I read an interesting article recently from Reginald Braithwaite titled “Defactoring”. Sadly the article was published in a format where no comments can be added directly, so I’m going to publish mine here instead.
The premise of the article was about performing the reverse action of “factoring” on a codebase - essentially manually inlining methods again. The reason the author cited for doing this was largely because the promise of reuse, for which the original factoring had apparently taken place, had never materialised. My problem with this assertion is that the code was factored out solely for the purpose of reuse [1], which is rarely the reason I do it. For me, after having factored code out, if I should happen to need to reuse it later then it’s merely a fortuitous side-effect that it has already been simplified.
Introduce Explaining Variable
In Martin Fowler’s book on Refactoring, one of the items (Ch. 6, p124) is about breaking up long expressions into smaller ones and giving the result a name, i.e. using a variable (or constant [2]), e.g. instead of writing:-
var pt = new Point(((right-left)/2)+left
((bottom-top)/2)+top);
...you could break the expression down and name different parts:-
var width = right - left;
var height = bottom - top;
var centreX = left + (width / 2);
var centreY = top + (height / 2);
var centrePoint = new Point(centreX, centreY);
OK, so I’ve gone to the extreme here to make a point (pun intended) and in the real world the expressions are usually longer and have a few nested uses of the ternary operator thrown in for good measure.
The main reason I would do this decomposition is to explain my thinking. If there is a bug in the original example it might not be obvious what that bug is because you can’t see how I derived the expression. In the latter case, by trying to name the elements of the expression I’m cementing in my own mind exactly how it is I’ve arrived at the solution.
Show Your Workings
With my eldest child just about to go through his exams, I’m reminded about how important it is to “show your workings”. At school it’s all very well knowing you know something, but in an exam it’s important to show the examiner that you know it too. Sometimes we have to learn it the hard way by staring at a maths problem we know we’ve done wrong but can’t see where we went astray because all we wrote down was the final answer.
Magic Numbers
If you take an expression and reduce it down to its smallest elements you eventually arrive at creating names for literal values, or as they are often referred to: magic numbers. The most primitive of these are boolean values and anyone who has come across code that uses the CreateEvent function in the Windows API will have met this kind of code:-
CreateEvent(..., true, false, ...);
You have to look up the documentation to see what the arguments refer to; some simple local constants can make this much more readable at the call site:-
const bool manualEvent = true;
const bool notSignalled = false;
CreateEvent(..., manualEvent, notSignalled, ...);
Introduce Explaining Method
The alternative to introducing explaining variables would be to introduce explaining methods where we wrap up the functionality into lots of small, well named methods instead. Going back to our earlier example we could refactor our expression this way instead:-
public int CentreX(left, right)
{
return ((right - left) / 2) + left;
}
Then we can use the methods directly:-
var centrePoint = new Point(CentreX(left, right),
CentreY(top, bottom));
On such as simple and obvious example as this it probably seems overkill, but I’ve often come across many other small expressions that just seem to take way too much brain power to understand - both what they represent and, more importantly, if they’re correct.

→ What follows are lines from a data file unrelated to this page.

"""States of an independent general-purpose library, in SI per kilogram, to hold legs on reference equations to."""

from __future__ import annotations

from itertools import pairwise
from typing import Any, NamedTuple

import CoolProp.CoolProp as CP
from scipy.integrate import quad
from scipy.optimize import brentq

NAMES = {
    "water": "Water", "carbon-dioxide": "CarbonDioxide", "nitrogen": "Nitrogen", "propane": "n-Propane",
    "r-134a": "R134a", "ammonia": "Ammonia", "methane": "Methane", "hydrogen": "Hydrogen",
}  # fmt: skip

GAS_CONSTANT = {"ammonia": 8.314462618 / 8.3144598}
"""The library's file of ammonia has another gas constant than the check values of the paper need.

At equal T and density p, u, h and s are proportional to it, so that the library's values can be brought to the other.
"""


class State(NamedTuple):
    """K, Pa, m3/kg, J/kg, J/kg, J/(kg K), quality (NaN outside the dome)."""

    T: float
    p: float
    v: float
    u: float
    h: float
    s: float
    x: float

    @property
    def g(self) -> float:
        """Gibbs energy, J/kg."""
        return self.h - self.T * self.s

    @property
    def a(self) -> float:
        """Helmholtz energy, J/kg."""
        return self.u - self.T * self.s


class Library:
    """States of one substance by pairs of properties."""

    def __init__(self, substance: str) -> None:
        self.substance = substance
        self._state = CP.AbstractState("HEOS", NAMES[substance])
        self._scale = GAS_CONSTANT.get(substance, 1.0)
        self.T_c, self.M = self._state.T_critical(), self._state.molar_mass()
        self.R = self._scale * self._state.gas_constant() / self.M

    def _read(self) -> State:
        s, k = self._state, self._scale
        x = s.Q() if s.phase() == CP.iphase_twophase else float("nan")
        return State(s.T(), k * s.p(), 1.0 / s.rhomass(), k * s.umass(), k * s.hmass(), k * s.smass(), x)

    def of(self, **given: float) -> State:
        """The state of two of T, p, v, h, s, x."""
        k = self._scale
        value = {key: 1.0 / given[key] if key == "v" else given[key] / (k if key in "phs" else 1.0) for key in given}
        keys = {"T": CP.iT, "p": CP.iP, "v": CP.iDmass, "h": CP.iHmass, "s": CP.iSmass, "x": CP.iQ}
        (a, b) = given
        self._state.update(*CP.generate_update_pair(keys[a], value[a], keys[b], value[b]))
        return self._read()

    def one_phase(self, T: float, v: float) -> State:
        """The equation itself at T and v, without a look at the dome."""
        self._state.specify_phase(CP.iphase_gas)
        self._state.update(CP.DmassT_INPUTS, 1.0 / v, T)
        self._state.unspecify_phase()
        s, k = self._state, self._scale
        return State(T, k * s.p(), v, k * s.umass(), k * s.hmass(), k * s.smass(), float("nan"))

    def at_our(self, points: Any) -> State:
        """The equation itself at the temperature and volumes that the program found, mixed by the lever rule."""
        T, v, x = (float(a[0]) for a in (points.T, points.v, points.x))
        if x != x:
            return self.one_phase(T, v / self.M)
        low, high = (self.one_phase(T, float(a[0]) / self.M) for a in (points.v_liquid, points.v_vapour))
        mixed = (((1.0 - x) * a + x * b) for a, b in zip(low[2:6], high[2:6], strict=True))
        return State(T, high.p, *mixed, x)

    def at_volume(self, v: float, u: float, T_high: float) -> State:
        """The state of volume v and internal energy u below a temperature."""
        T = brentq(lambda T: self.of(T=T, v=v).u - u, 1.001 * self._state.Ttriple(), T_high, xtol=1e-12, rtol=1e-14)
        return self.of(T=T, v=v)

    def saturation_v_dp(self, x: float, T_a: float, T_b: float) -> float:
        """Integral of v dp along the saturation line at constant quality."""

        def integrand(T: float) -> float:
            low, high = self.of(T=T, x=0.0), self.of(T=T, x=1.0)
            return (low.v + x * (high.v - low.v)) * (high.s - low.s) / (high.v - low.v)

        return float(quad(integrand, T_a, T_b, epsrel=1e-10)[0])

    def heat_over_T(self, a: State, b: State) -> float:
        """Integral of dh/T along p and h in proportion from subcooled liquid to superheated vapour."""

        def along(y: float) -> State:
            return self.of(h=a.h + y * (b.h - a.h), p=a.p + y * (b.p - a.p))

        def edge(y: float, x: float) -> float:
            return a.h + y * (b.h - a.h) - self.of(p=a.p + y * (b.p - a.p), x=x).h

        cuts = [0.0, *(brentq(edge, 0.0, 1.0, args=(x,), xtol=1e-13) for x in (0.0, 1.0)), 1.0]
        parts = (quad(lambda y: 1.0 / along(y).T, *ends, epsrel=1e-11)[0] for ends in pairwise(cuts))
        return (b.h - a.h) * float(sum(parts))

Turning once again to the Refactoring book and the Extract Method item in particular (Ch. 6, p 110) we find the following advice in the Motivation section:-
“If extracting improves clarity, do it, even if the name is longer than the code you have extracted”.
Too Many Layers of Abstraction?
Once again I find a criticism of this degree of breakdown being that it adds too many levels to the code. I suspect the people who say this seem hell bent on trying to squeeze as much code as possible into the smallest area on the screen. When there are too many layers the calls are across multiple classes, whereas what I’m talking about means lots of little private methods in the same source file.
Additionally, the point of naming is to convey something to the reader, and that’s often hard to do in programming, so much so I can understand why it seems easier to just not do it.
Decades ago there might also have been an argument against doing this on the grounds that it affects performance, and it may well do in dynamic languages, but modern statically compiled languages can easily inline this stuff.
There is a famous quote by Sir Tony Hoare that goes:-
“One way is to make it so simple that there are obviously no deficiencies, and the other way is to make it so complicated that there are no obvious deficiencies”
To me, breaking a problem down as much as possible helps to create a program that approaches the former state rather than the latter.
[1] Of course it’s entirely plausible that the author has chosen to focus solely on this particular use case for factoring out methods and is perfectly aware of others. Either way, I’m going to add my own £0.02 to the debate.
[2] See the Single Assignment Pattern.